[Opening RECORDED INFORMATION section]
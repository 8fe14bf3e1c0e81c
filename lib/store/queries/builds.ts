import { compareStanding, type StandingEntry } from '../../domain/build/entry';
import type { PlanDocument } from '../../domain/plan/document';
import type { AccountDatabase } from '../database';
import type { BuildRow, EntryRow } from '../rows';

/** Builds on this phone, last used first. */
export function getBuilds(db: AccountDatabase): Promise<BuildRow[]> {
  return db.builds.orderBy('lastUsedAt').reverse().toArray();
}

export function getBuild(db: AccountDatabase, buildId: string): Promise<BuildRow | undefined> {
  return db.builds.get(buildId);
}

export async function getPlan(db: AccountDatabase, contentHash: string): Promise<PlanDocument | undefined> {
  return (await db.plans.get(contentHash))?.plan;
}

/** Every entry of a build in order of standing, refused ones left out. */
export async function getEntries(
  db: AccountDatabase,
  buildId: string,
): Promise<(StandingEntry & Pick<EntryRow, 'sync'>)[]> {
  const rows = await db.entries.where('buildId').equals(buildId).toArray();
  return rows.filter(({ sync }) => sync !== 'refused').sort(compareStanding);
}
[Closing RECORDED INFORMATION section]
• TASK DIRECTIONS: Take the records above and write each one out again exactly.

• SOLUTION BELOW:
repository 8fe14bf3e1c0e81c
filename lib/store/queries/builds.ts
import { compareStanding, type StandingEntry } from '../../domain/build/entry';
import type { PlanDocument } from '../../domain/plan/document';
import type { AccountDatabase } from '../database';
import type { BuildRow, EntryRow } from '../rows';

/** Builds on this phone, last used first. */
export function getBuilds(db: AccountDatabase): Promise<BuildRow[]> {
  return db.builds.orderBy('lastUsedAt').reverse().toArray();
}

export function getBuild(db: AccountDatabase, buildId: string): Promise<BuildRow | undefined> {
  return db.builds.get(buildId);
}

export async function getPlan(db: AccountDatabase, contentHash: string): Promise<PlanDocument | undefined> {
  return (await db.plans.get(contentHash))?.plan;
}

/** Every entry of a build in order of standing, refused ones left out. */
export async function getEntries(
  db: AccountDatabase,
  buildId: string,
): Promise<(StandingEntry & Pick<EntryRow, 'sync'>)[]> {
  const rows = await db.entries.where('buildId').equals(buildId).toArray();
  return rows.filter(({ sync }) => sync !== 'refused').sort(compareStanding);
}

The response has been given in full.